THX for yout input Peter.
any tricks/issues with the system from your long experience with it?
I can heartily recommend the ink and hardware from MIS Associates at
www.inksupply.com. I installed one of their systems and their K4 inkset in my 4800 in the summer of 08 and I now happily print with hardly a thought to the cost of ink. With all the CIS's I've used, the systems were easy to install and charge with ink and what little help I needed was readily available from the vendors. This applies to both Mediastreet and MIS Associates.
I had my favourite matte paper and the new inks profiled by Cathy's profiles and I'm delighted with the colour fidelity I'm now producing. Judging my the reactions of my (admittedly non-technical) audience, it's been a worthwhile conversion. With apologies to all who poo poo third party inks, I have to say this: The prints look
amazing, both colour and monochrome. I don't own, nor do I know how to use, an instrument to accurately measure the prints' colour or density, but I do know that they appear to my eyes every bit as good as those made with the OEM inks. Now retired, I was a professional photographer (cinematographer) for over 30 years.
As for longevity, I've written before that
any of the pigment ink prints I've made with
any of my CIS-equipped printers have so far visually outlasted several framed, professionally processed Cibachrome prints that hang in the same environment in my home. Arguing about whether third-party inks will last for 50 years or 100 or 200 years is simply playing in to the hands of the marketing droids - the same droids that claim 300X zoom lenses on camcorders.
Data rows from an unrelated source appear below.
"""The ``blanket`` command.

Sub-commands: ``demo`` (the built-in greenhouse scenario), ``run`` (a scenario file),
``scenarios`` (list the built-in scenario files, copy one to edit),
``plot`` and ``inspect`` (run folders), ``bench`` (benchmark against baselines), ``tune``
(precision sweeps), ``train-rl`` (RL baselines). Bad input prints one line and exits 2.
"""

from __future__ import annotations

import argparse
import importlib
import json
import sys
from collections.abc import Sequence
from pathlib import Path
from typing import Any

from blanket.cli_types import positive_int as _positive_int
from blanket.cli_types import seed as _seed
from blanket.errors import ConfigError, shorten

__all__ = ["main", "SAFETY_NOTE"]

SAFETY_NOTE = (
    "Safety: blanket drives simulated robots only. Before commanding real hardware, apply the "
    "robot maker's limits, a risk assessment and local codes (ISO 10218-1/-2 for industrial "
    "robots, ISO/TS 15066 for collaborative operation), and have qualified people sign off."
)

ARM_ROBOTS = ("iiwa", "panda", "xarm6")
BASE_ROBOTS = ("rover", "husky")

# Sub-commands implemented beside the code they drive: (module, add-parser, run) names.
_EXTERNAL = {
    "plot": ("blanket.logs.cli", "add_plot_parser", "run_plot"),
    "inspect": ("blanket.logs.cli", "add_inspect_parser", "run_inspect"),
    "logs": ("blanket.logs.cli", "add_logs_parser", "run_logs"),
    "bench": ("blanket.bench.cli", "add_bench_parser", "run_bench"),
    "train-rl": ("blanket.bench.cli", "add_train_parser", "run_train"),
    "tune": ("blanket.tune.cli", "add_tune_parser", "run_tune"),
}


def _add_run_options(p: argparse.ArgumentParser, episodes_default: int | None) -> None:
    p.add_argument(
        "--out",
        metavar="DIR",
        help="run folder (default: a new one under "
        "./blanket-runs/); a non-empty folder is refused unless --overwrite",
    )
    p.add_argument("--overwrite", action="store_true", help="reuse a non-empty --out folder")
    p.add_argument(
        "--episodes",
        type=_positive_int,
        default=episodes_default,
        metavar="N",
        help="number of episodes" + (f" (default {episodes_default})" if episodes_default else ""),
    )
    p.add_argument(
        "--seed",
        type=_seed,
        default=None,
        metavar="S",
        help="seed of the first episode; episode i uses S + i (default 0)",
    )
    p.add_argument("--no-log", action="store_true", help="do not write trajectory logs")
    p.add_argument("--quiet", action="store_true", help="no progress bar")


def build_parser() -> argparse.ArgumentParser:
    parser = argparse.ArgumentParser(
        prog="blanket",
        description="Test active-inference controllers on simulated arms and mobile bases.",
        epilog=SAFETY_NOTE,
    )
    sub = parser.add_subparsers(dest="command", metavar="COMMAND")
    sub.required = True

    demo = sub.add_parser(
        "demo",
        help="run the built-in greenhouse potting-bench scenario",
        description="Reach seedling-tray cells on the potting bench (arms) or drive to the "
        "charging dock between bench rows (rover, husky) with the active-inference agent.",
        epilog=SAFETY_NOTE,
    )
    demo.add_argument(
        "--robot",
        default="iiwa",
        metavar="NAME",
        help=f"one of {', '.join(ARM_ROBOTS + BASE_ROBOTS)} (default iiwa)",
    )
    demo.add_argument(
        "--control",
        default=None,
        metavar="MODE",
        help="velocity or torque (arms only; default velocity)",
    )
    demo.add_argument(
        "--camera",
        default=None,
        metavar="MODE",
        help="projected (marker centres projected, default) or rendered (frames rendered and "
        "the markers detected in the pixels; arms only)",
    )
    _add_run_options(demo, episodes_default=5)

    run = sub.add_parser(
        "run",
        help="run a scenario file",
        epilog=SAFETY_NOTE,
        description="Run the env and agent a scenario TOML file names (to start from a "
        "built-in one: blanket scenarios copy NAME my_scenario.toml).",
    )
    run.add_argument("scenario", metavar="SCENARIO.toml")
    _add_run_options(run, episodes_default=None)

    scenarios = sub.add_parser(
        "scenarios",
        help="list the built-in scenario files; copy one to edit",
        description="Without arguments: list the scenario files that come with blanket. "
        "'copy NAME [DEST]' writes one (and the URDF it names, beside it) to DEST: a folder "
        "(default: the current one) or a file name ending in .toml; then "
        "'blanket run DEST' runs it as it is.",
        epilog=SAFETY_NOTE,
    )
    scenarios.add_argument("action", nargs="?", choices=("list", "copy"), default="list")
    scenarios.add_argument("name", nargs="?", metavar="NAME", help="a built-in scenario")
    scenarios.add_argument("dest", nargs="?", default=".", metavar="DEST", help="folder or .toml")
    scenarios.add_argument("--overwrite", action="store_true", help="replace existing files")

    for module, add_name, _run_name in _EXTERNAL.values():
        try:
            mod = importlib.import_module(module)
        except ImportError:
            continue
        getattr(mod, add_name)(sub)
    return parser


def _demo_scenario(args: argparse.Namespace) -> Any:
    from blanket.scenario import Scenario

    robot = args.robot
    if robot in ARM_ROBOTS:
        control = args.control or "velocity"
        if control not in ("velocity", "torque"):
            raise ConfigError(f"--control must be velocity or torque, got {shorten(control)}")
        camera = args.camera or "projected"
        if camera not in ("projected", "rendered"):
            raise ConfigError(f"--camera must be projected or rendered, got {shorten(camera)}")
        suffix = "-rendered" if camera == "rendered" else ""
        return Scenario(
            env="blanket/arm-reach-v0",
            env_options={"robot": robot, "control": control}
            | ({"camera": camera} if args.camera else {}),
            name=f"greenhouse-bench-{robot}-{control}{suffix}",
        )
    if robot in BASE_ROBOTS:
        if args.camera is not None:
            raise ConfigError(f"--camera applies to the arms ({', '.join(ARM_ROBOTS)})")
        if args.control is not None:
            raise ConfigError(
                f"--control applies to the arms ({', '.join(ARM_ROBOTS)}); the {robot} takes "
                "wheel speeds: leave --control out"
            )
        return Scenario(
            env="blanket/base-goto-v0",
            env_options={"robot": robot},
            name=f"greenhouse-rows-{robot}",
        )
    raise ConfigError(
        f"--robot must be one of {', '.join(ARM_ROBOTS + BASE_ROBOTS)}, got {robot!r}"
    )


def _print_summary(summary: dict[str, Any], out_dir: Path) -> None:
    from blanket.success import HOLD_S

    def fmt(v: Any, unit: str = "", scale: float = 1.0, digits: int = 2) -> str:
        if v is None:
            return "-"
        return f"{v * scale:.{digits}f}{unit}"

    rows = [
        ("episodes", str(summary["episodes"])),
        (f"reached (held {HOLD_S:g} s)", f"{summary['success_rate'] * 100:.0f} %"),
        ("final error, median", fmt(summary["final_error_m"], " cm", 100.0)),
        ("time to reach, median", fmt(summary["time_to_success_s"], " s")),
        ("free energy, median (settled level)", fmt(summary.get("median_free_energy"))),
        ("agent step, median", fmt(summary["agent_step_us"], " us", digits=1)),
        # timed by the rollout loop around env.step: simulation, sensors and wrappers
        ("env step (sim, sensors, wrappers), median", fmt(summary["sim_step_us"], " us", digits=1)),
    ]
    if "final_heading_error_rad" in summary:
        rows.insert(
            3,
            (
                "final heading error, median",
                fmt(summary["final_heading_error_rad"], " deg", 57.29577951308232),
            ),
        )
    if summary.get("contact_rate"):
        rows.append(("episodes with contact", f"{summary['contact_rate'] * 100:.0f} %"))
    if "time_within_tolerance" in summary:  # the hold task
        rows[1:4] = [
            ("time within tolerance, mean", fmt(summary["time_within_tolerance"], " %", 100, 1)),
            ("recovery after a shove, median", fmt(summary["recovery_time_s"], " s")),
            ("shoves recovered", f"{summary['shoves_recovered']}/{summary['shoves']}"),
            (
                "tip sd x / y / z",
                " / ".join(fmt(v, "", 1000, 1) for v in summary["tip_sd_m"]) + " mm",
            ),
        ]
    width = max(len(r[0]) for r in rows)
    print(f"\n  {'measure':<{width}}  value")
    print(f"  {'-' * width}  {'-' * 10}")
    for k, v in rows:
        print(f"  {k:<{width}}  {v}")
    print(f"\n  run folder: {out_dir}")
    figure = out_dir / "figures" / "reach.png"
    if figure.is_file():
        print(f"  figure:     {figure}")
    if (out_dir / "episodes").is_dir():
        print(f"  next:       blanket inspect {out_dir}    blanket plot {out_dir}")


def _run(args: argparse.Namespace) -> int:
    from blanket.runner import prepare_out_dir, run_scenario
    from blanket.scenario import load_scenario

    if args.command == "demo":
        scenario = _demo_scenario(args)
        episodes = args.episodes
    else:
        scenario = load_scenario(args.scenario)
        episodes = args.episodes or scenario.episodes or 5
    seed = args.seed if args.seed is not None else (scenario.seed or 0)
    out_dir = prepare_out_dir(args.out, args.overwrite, prefix=scenario.name, create=False)
    summary = run_scenario(
        scenario,
        episodes=episodes,
        seed=seed,
        out_dir=out_dir,
        progress=not args.quiet,
        record=not args.no_log,
    )
    _print_summary(summary, out_dir)
    return 0


def _scenarios(args: argparse.Namespace) -> int:
    from blanket.scenario import builtin_scenarios, copy_scenario, scenario_summary

    found = builtin_scenarios()
    if args.action == "list":
        if args.name is not None:
            raise ConfigError("blanket scenarios list takes no NAME; to copy: scenarios copy NAME")
        for name, path in found.items():
            print(f"  {name}\n      {scenario_summary(path)}")
        print("\n  copy one here to edit and run: blanket scenarios copy NAME [DEST]")
        return 0
    if args.name is None:
        raise ConfigError(f"scenarios copy needs a NAME, one of {', '.join(found)}")
    target = copy_scenario(args.name, args.dest, overwrite=args.overwrite)
    print(f"  wrote {target} (and the files it names, beside it)")
    print(f"  run it: blanket run {target}")
    return 0


def _out_of_resources(exc: BaseException) -> bool:
    """Memory or capacity exhausted (e.g. a 10 MB name in the metadata of every file)."""
    pa = sys.modules.get("pyarrow")  # not imported: the error is not pyarrow's
    kinds: tuple[type[BaseException], ...] = (MemoryError,)
    if pa is not None:
        kinds += (pa.ArrowCapacityError, pa.ArrowMemoryError)
    return isinstance(exc, kinds)


def main(argv: Sequence[str] | None = None) -> int:
    parser = build_parser()
    args = parser.parse_args(argv)
    try:
        if args.command in ("demo", "run"):
            return _run(args)
        if args.command == "scenarios":
            return _scenarios(args)
        module, _add, run_name = _EXTERNAL[args.command]
        return int(getattr(importlib.import_module(module), run_name)(args) or 0)
    except KeyboardInterrupt:
        print("blanket: interrupted; finished episodes are kept", file=sys.stderr)
        return 130
    except (ConfigError, ValueError, FileNotFoundError, json.JSONDecodeError) as exc:
        msg = str(exc).strip().splitlines()[0] if str(exc).strip() else type(exc).__name__
        if len(msg) > 300:  # a huge value inside a message: cut, with its length shown
            msg = f"{msg[:299]}... ({len(msg)} characters)"
        print(f"blanket: error: {msg}", file=sys.stderr)
        return 2
    except Exception as exc:
        if not _out_of_resources(exc):
            raise
        what = shorten(str(exc).strip().splitlines()[0] if str(exc).strip() else "", 120)
        print(
            f"blanket: error: out of resources ({type(exc).__name__}: {what}); check the "
            "input for oversized values (names, metadata)",
            file=sys.stderr,
        )
        return 2


if __name__ == "__main__":  # pragma: no cover
    sys.exit(main())
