def payload(warmup: int, episodes: int) -> None:
    conditions = {"payload_kg": PAYLOAD_KG}
    warm = list(range(warmup))
    seeds = list(range(warmup, warmup + episodes))
    env = _env("own", "torque", conditions)
    learning = "active-inference-torque+learn"
    try:
        agent, m, _ = _compare(
            env, "own", "active-inference-torque", learning, conditions, warmup, episodes
        )
        mass, _ = agent.body_learning.payload()
        print(
            f"  own    {learning:<30} {_reach_text(m)}\n"
            f"         learned behind the safety wrapper: payload {mass:.3f} kg "
            f"({100 * (mass / PAYLOAD_KG - 1):+.1f} %), "
            f"{agent.body_learning.rejected} sensations refused by the gate",
            flush=True,
        )
        bare = _env("own", "torque", conditions, safety=False)
        try:
            calibrating = _build(learning, bare, conditions)
            if warm:
                run_policy_episodes(bare, calibrating, warm)
            learned = calibrating.learned_options()
            mass_sd, _ = calibrating.body_learning.payload_sd()
        finally:
            bare.close()
        reloaded = ArmAgent.from_env(env, **learned)
        m = _measure(env, reloaded, seeds)
        mass = learned["payload_kg"]
        print(
            f"  own    {'calibrate, save, reload':<30} {_reach_text(m)}\n"
            f"         learned without the wrapper in {warmup} episodes: payload {mass:.3f} kg "
            f"({100 * (mass / PAYLOAD_KG - 1):+.1f} %, sd {mass_sd:.3f} kg), centre of mass "
            f"{learned['payload_com_m']} m; [agent] {learned}",
            flush=True,
        )
    finally:
        env.close()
Like many other 4800 owners, I found that my printer was prone to clogging. If I didn't use the printer for more than a week or so, I faced an endlessly frustrating session of nozzle cleanings, tests, more cleanings, more tests and more wasted time, ink and money. What finally made me commit to the CIS was the purchase of yet another $50 "maintenance tank", the printer's receptacle for all that nozzle-cleaning ink. I weighed a full and empty maintenance tank and was quite annoyed at how much expensive ink the printer had pumped overboard. Now, with ink costs a fraction of what they were, I print much more frequently, have a lot more fun and haven't had a nozzle clog in months.
As for Epson denying warranty claims for third party ink users, I doubt that they could make this stick unless they could point to the inks as the direct source of the problem. However, my printers were all out of warranty when I did the conversions. I did have a CIS-equipped 1160 die due to a clogged black channel. I hadn't used it frequently enough and I couldn't recover it by the usual techniques. I told the Epson repair facility what had happened, including the use of third party inks, and they attempted to clear the head for me to no avail. A new head cost more than the printer's purchase price, so I moved on.
In short, for those who simply pass ink costs on to their clients, there's no advantage to a CIS other than convenience. For those of us who print for our own pleasure, on our own dime, a CIS enables us to make big, luscious, prints at a cost that doesn't ruin all the fun. Much like image-stablized telephoto lenses, it's a truly liberating investment.